Evasión de las soluciones reales
Se percibe claramente una mentalidad que busca resolver el problema de las personas sin hogar de cualquier manera que no sea 'construir más viviendas'. Rechazan directamente cualquier cambio en su entorno residencial, ya sea una casa unifamiliar amplia o un departamento de alto costo de su propiedad. Quieren preservar los entornos privilegiados de los que ya han disfrutado, ya sea a través de la economía compartida, el alquiler o la acumulación de patrimonio para sus hijos. También quedan expuestas diversas excusas y racionalizaciones, junto con una actitud ambivalente hacia los inmigrantes de clase trabajadora
Desigualdad económica y negación de la realidad
Aunque reconocen como problema la concentración de la riqueza en Estados Unidos, rara vez tienen experiencias directas o contacto real con personas sin hogar o con personas económicamente vulnerables.
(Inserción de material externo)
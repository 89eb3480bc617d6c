//! `radsieve describe`: what was understood of a file.

mod description;
mod words;

use std::io::Write;
use std::path::PathBuf;

use super::Exit;
use super::inputs::{Reading, reader_program};
use crate::granule::Granule;
use description::Description;

/// What was typed.
#[derive(Debug, clap::Args)]
pub struct Arguments {
    /// The file to describe
    file: PathBuf,
    /// Print JSON instead of text
    #[arg(long)]
    json: bool,
    #[command(flatten)]
    reading: Reading,
}

/// Runs the command.
pub fn run(arguments: Arguments) -> anyhow::Result<Exit> {
    let limits = arguments.reading.limits();
    let granule = Granule::open(&reader_program()?, &arguments.file, &limits)?;
    let description = Description::of(&granule);
    let mut out = std::io::stdout().lock();
    if arguments.json {
        serde_json::to_writer_pretty(&mut out, &description).map_err(std::io::Error::from)?;
        writeln!(out)?;
    } else {
        words::print(&description, &mut out)?;
    }
    Ok(Exit::Done)
}
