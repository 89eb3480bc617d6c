//! `radsieve review`.

use super::Exit;

/// What was typed.
#[derive(Debug, clap::Args)]
pub struct Arguments {}

/// Runs the command.
pub fn run(_arguments: Arguments) -> anyhow::Result<Exit> {
    anyhow::bail!("review is not part of this version yet")
}
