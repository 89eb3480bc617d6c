//! Exit codes: the same for every command, so that scripts can rely on them.

use std::process::ExitCode;

/// How a command ended.
#[derive(Debug, Clone, Copy, PartialEq, Eq)]
pub enum Exit {
    /// Done; problems found in the data are reported and are still "done".
    Done,
    /// The command line makes no sense.
    Usage,
    /// Some of many inputs failed, each named on standard error.
    SomeFailed,
    /// Nothing could be done: an input or output error.
    Failed,
    /// Ended by a signal: 128 and its number.
    Signal(u8),
}

impl Exit {
    /// How a command over many inputs ended, of which `failed` failed and were named.
    pub fn of_many(done: usize, failed: usize) -> Exit {
        match (done, failed) {
            (_, 0) => Exit::Done,
            (0, _) => Exit::Failed,
            _ => Exit::SomeFailed,
        }
    }
}

impl From<Exit> for ExitCode {
    fn from(exit: Exit) -> ExitCode {
        ExitCode::from(match exit {
            Exit::Done => 0,
            Exit::Usage => 2,
            Exit::SomeFailed => 3,
            Exit::Failed => 4,
            Exit::Signal(code) => code,
        })
    }
}

/// An error that is the fault of the command line rather than of a file.
#[derive(Debug, thiserror::Error)]
#[error("{0}")]
pub struct UsageError(pub String);

/// The exit code that belongs to an error.
pub fn of_error(error: &anyhow::Error) -> Exit {
    if error.downcast_ref::<UsageError>().is_some() { Exit::Usage } else { Exit::Failed }
}

/// An error with its causes, each said once: many of ours tell their cause already.
pub fn words(error: &anyhow::Error) -> String {
    let mut words = String::new();
    for cause in error.chain().map(ToString::to_string) {
        if cause.starts_with(&words) {
            words = cause;
        } else if !words.contains(&cause) {
            words = format!("{words}: {cause}");
        }
    }
    words
}

/// A reader of our output that has gone away (`| head`) ends the program silently.
pub fn quiet_end(error: &anyhow::Error) -> Option<Exit> {
    let gone = error.chain().any(|cause| {
        cause
            .downcast_ref::<std::io::Error>()
            .is_some_and(|error| error.kind() == std::io::ErrorKind::BrokenPipe)
    });
    gone.then_some(Exit::Done)
}

#[cfg(test)]
mod tests {
    use super::*;

    #[test]
    fn a_cause_is_said_once() {
        let error = anyhow::anyhow!("no space left")
            .context("cannot write a.csv: no space left")
            .context("lowen.nc");
        assert_eq!(words(&error), "lowen.nc: cannot write a.csv: no space left");
        let error = anyhow::anyhow!("lowen.nc: is empty").context("lowen.nc");
        assert_eq!(words(&error), "lowen.nc: is empty");
    }
}
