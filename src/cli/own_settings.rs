//! A person's own settings: keys, in `radsieve/settings.toml` under the folder for settings.

use std::env;
use std::path::PathBuf;

use anyhow::Context;

use crate::flags::KeySetting;
use crate::system::clean_text;

/// Settings are words: a larger file is a mistake.
const LONGEST: u64 = 1 << 20;

/// The file: under `XDG_CONFIG_HOME`, else under `~/.config` (XDG Base Directory Specification 0.8).
/// A relative path there means nothing, as the specification says.
fn file() -> Option<PathBuf> {
    let absolute =
        |name: &str| env::var_os(name).map(PathBuf::from).filter(|path| path.is_absolute());
    let folder = absolute("XDG_CONFIG_HOME")
        .or_else(|| absolute("HOME").map(|home| home.join(".config")))?;
    Some(folder.join("radsieve").join("settings.toml"))
}

/// The keys that the person has chosen; none where there is no file, or none that can be read.
///
/// # Errors
/// The file is there and makes no sense.
pub fn keys() -> anyhow::Result<Vec<KeySetting>> {
    let Some(path) = file() else { return Ok(Vec::new()) };
    let is_short = std::fs::metadata(&path).is_ok_and(|data| data.len() <= LONGEST);
    let Some(text) = is_short.then(|| std::fs::read_to_string(&path).ok()).flatten() else {
        return Ok(Vec::new());
    };
    let name = clean_text(&path.to_string_lossy());
    KeySetting::parse(&text, "settings.toml")
        .map_err(anyhow::Error::msg)
        .with_context(|| format!("{name} cannot be read as settings; mend it or move it away"))
}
Prefieren ignorar los límites de la estructura social, dudar de la identidad y de las historias de las personas sin hogar, y desdibujar el sentido y la esencia de la caridad. Todo se queda en maneras de aliviar la culpa según su propio consumo y estilo de vida
Fuerte resistencia a los cambios en la política de vivienda
Aun sabiendo que la expansión sostenida de la oferta habitacional y la mejora de la infraestructura urbana son claves para resolver el problema de las personas sin hogar, se niegan a sacrificar espacios privados como la tierra que poseen, su jardín o una cocina de lujo. Predominan el miedo al cambio de políticas, la resistencia a nuevas medidas de bienestar social y una fuerte noción de propiedad basada en la idea de “yo llegué primero a este barrio”. Ni siquiera quieren imaginar cambios positivos como una mayor activación del transporte público o mejoras ambientales derivadas de ampliar la oferta de vivienda. Al final, llegan a la conclusión de que “aceptarán el problema de las personas sin hogar antes que construir nuevas viviendas”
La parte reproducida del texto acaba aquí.